- The task:
Each line from the beginning of the entries below through the line that includes "that largest value)." must be returned exactly as given.

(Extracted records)
· · · · ·

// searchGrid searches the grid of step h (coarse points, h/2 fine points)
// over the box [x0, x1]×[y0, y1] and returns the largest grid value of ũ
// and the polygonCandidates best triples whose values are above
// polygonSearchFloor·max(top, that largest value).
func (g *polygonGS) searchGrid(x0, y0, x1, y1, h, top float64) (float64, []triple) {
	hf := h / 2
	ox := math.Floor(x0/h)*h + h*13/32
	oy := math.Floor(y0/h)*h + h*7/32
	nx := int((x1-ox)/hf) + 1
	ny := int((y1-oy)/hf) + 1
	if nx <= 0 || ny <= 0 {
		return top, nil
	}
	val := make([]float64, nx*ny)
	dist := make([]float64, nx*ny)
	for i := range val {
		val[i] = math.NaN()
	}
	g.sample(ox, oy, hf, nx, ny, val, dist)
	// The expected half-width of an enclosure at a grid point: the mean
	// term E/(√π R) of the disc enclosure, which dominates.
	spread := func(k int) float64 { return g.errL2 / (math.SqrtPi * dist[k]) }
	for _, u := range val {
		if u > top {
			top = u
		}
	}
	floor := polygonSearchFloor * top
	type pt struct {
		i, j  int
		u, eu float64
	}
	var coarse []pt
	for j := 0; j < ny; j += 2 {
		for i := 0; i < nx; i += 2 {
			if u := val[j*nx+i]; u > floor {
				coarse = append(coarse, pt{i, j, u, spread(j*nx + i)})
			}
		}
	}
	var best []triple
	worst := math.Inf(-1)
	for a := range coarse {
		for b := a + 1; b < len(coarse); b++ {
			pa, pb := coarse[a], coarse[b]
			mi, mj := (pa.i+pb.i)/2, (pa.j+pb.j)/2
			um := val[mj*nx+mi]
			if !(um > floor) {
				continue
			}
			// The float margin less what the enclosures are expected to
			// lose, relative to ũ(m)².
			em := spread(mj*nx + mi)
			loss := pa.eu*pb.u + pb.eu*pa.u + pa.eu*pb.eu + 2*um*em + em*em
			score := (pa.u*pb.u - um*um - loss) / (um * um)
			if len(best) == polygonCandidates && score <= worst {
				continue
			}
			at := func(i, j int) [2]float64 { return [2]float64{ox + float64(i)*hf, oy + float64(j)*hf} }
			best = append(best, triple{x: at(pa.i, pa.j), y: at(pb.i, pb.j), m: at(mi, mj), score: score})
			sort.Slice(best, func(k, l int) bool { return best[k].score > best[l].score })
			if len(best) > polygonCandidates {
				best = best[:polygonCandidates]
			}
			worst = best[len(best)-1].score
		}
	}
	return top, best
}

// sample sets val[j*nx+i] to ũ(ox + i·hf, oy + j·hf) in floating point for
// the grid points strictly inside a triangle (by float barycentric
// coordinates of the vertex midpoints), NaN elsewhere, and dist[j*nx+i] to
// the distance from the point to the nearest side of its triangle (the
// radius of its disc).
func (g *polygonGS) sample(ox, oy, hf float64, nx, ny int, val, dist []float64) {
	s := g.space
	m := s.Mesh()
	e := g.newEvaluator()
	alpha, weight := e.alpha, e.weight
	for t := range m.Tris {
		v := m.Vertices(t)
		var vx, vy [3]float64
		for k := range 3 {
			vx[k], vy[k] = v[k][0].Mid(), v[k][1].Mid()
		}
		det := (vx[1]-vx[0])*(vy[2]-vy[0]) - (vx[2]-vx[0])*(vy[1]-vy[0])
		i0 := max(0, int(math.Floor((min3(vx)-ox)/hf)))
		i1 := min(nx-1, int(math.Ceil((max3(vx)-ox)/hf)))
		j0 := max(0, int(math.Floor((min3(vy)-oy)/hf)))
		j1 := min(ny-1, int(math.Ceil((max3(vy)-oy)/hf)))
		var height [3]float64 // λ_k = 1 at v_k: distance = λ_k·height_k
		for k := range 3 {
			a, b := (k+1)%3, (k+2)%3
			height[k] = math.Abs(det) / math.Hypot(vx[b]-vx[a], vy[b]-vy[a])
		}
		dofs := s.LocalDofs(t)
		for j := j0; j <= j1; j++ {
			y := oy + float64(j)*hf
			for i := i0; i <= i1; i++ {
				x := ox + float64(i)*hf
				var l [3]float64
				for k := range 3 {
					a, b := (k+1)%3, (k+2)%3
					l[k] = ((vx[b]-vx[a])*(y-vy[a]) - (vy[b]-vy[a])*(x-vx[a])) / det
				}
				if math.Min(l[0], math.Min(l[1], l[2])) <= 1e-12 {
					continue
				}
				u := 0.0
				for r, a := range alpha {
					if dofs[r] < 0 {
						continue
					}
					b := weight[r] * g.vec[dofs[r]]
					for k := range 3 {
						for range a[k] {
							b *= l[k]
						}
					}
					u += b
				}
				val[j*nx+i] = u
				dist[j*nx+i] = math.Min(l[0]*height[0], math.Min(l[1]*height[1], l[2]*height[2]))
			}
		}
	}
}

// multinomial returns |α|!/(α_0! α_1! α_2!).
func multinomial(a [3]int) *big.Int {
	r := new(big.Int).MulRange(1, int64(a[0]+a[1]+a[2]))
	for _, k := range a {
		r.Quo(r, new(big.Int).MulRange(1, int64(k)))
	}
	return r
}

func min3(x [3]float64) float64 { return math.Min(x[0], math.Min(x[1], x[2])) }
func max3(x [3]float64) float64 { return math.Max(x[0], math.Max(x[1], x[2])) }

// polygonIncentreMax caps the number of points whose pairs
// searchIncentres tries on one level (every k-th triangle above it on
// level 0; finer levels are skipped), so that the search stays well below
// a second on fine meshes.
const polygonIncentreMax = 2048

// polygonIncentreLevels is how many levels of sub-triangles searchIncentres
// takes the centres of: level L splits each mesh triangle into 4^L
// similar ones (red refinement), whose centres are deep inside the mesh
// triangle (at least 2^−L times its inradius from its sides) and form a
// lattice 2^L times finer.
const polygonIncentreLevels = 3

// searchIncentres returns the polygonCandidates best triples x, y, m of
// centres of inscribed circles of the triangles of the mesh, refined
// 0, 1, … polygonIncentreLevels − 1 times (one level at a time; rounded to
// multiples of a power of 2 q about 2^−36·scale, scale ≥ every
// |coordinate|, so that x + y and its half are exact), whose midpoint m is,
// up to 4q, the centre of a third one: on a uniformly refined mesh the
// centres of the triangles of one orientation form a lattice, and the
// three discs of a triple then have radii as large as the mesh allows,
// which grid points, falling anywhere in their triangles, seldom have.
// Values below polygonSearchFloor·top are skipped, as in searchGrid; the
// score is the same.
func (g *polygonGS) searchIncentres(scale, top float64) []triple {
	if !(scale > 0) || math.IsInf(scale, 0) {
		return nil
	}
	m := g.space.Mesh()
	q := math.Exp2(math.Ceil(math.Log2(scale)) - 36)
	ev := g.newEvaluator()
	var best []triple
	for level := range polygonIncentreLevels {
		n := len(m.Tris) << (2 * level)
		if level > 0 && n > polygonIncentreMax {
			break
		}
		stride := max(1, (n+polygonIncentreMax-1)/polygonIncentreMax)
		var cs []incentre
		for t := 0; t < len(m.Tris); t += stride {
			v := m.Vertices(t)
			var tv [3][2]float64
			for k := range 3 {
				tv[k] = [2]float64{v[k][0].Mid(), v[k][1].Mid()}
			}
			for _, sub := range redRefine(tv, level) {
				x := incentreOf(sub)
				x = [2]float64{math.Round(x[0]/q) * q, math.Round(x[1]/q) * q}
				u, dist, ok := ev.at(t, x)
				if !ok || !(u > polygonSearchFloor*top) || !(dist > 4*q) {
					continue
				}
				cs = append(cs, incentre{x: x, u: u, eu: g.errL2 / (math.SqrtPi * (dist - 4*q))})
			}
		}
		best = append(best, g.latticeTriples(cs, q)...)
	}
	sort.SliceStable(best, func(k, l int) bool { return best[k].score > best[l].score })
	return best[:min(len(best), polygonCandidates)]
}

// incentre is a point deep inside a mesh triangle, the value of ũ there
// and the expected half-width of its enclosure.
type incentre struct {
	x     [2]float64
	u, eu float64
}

· · · · ·

- Solution:
// searchGrid searches the grid of step h (coarse points, h/2 fine points)
// over the box [x0, x1]×[y0, y1] and returns the largest grid value of ũ
// and the polygonCandidates best triples whose values are above
// polygonSearchFloor·max(top, that largest value).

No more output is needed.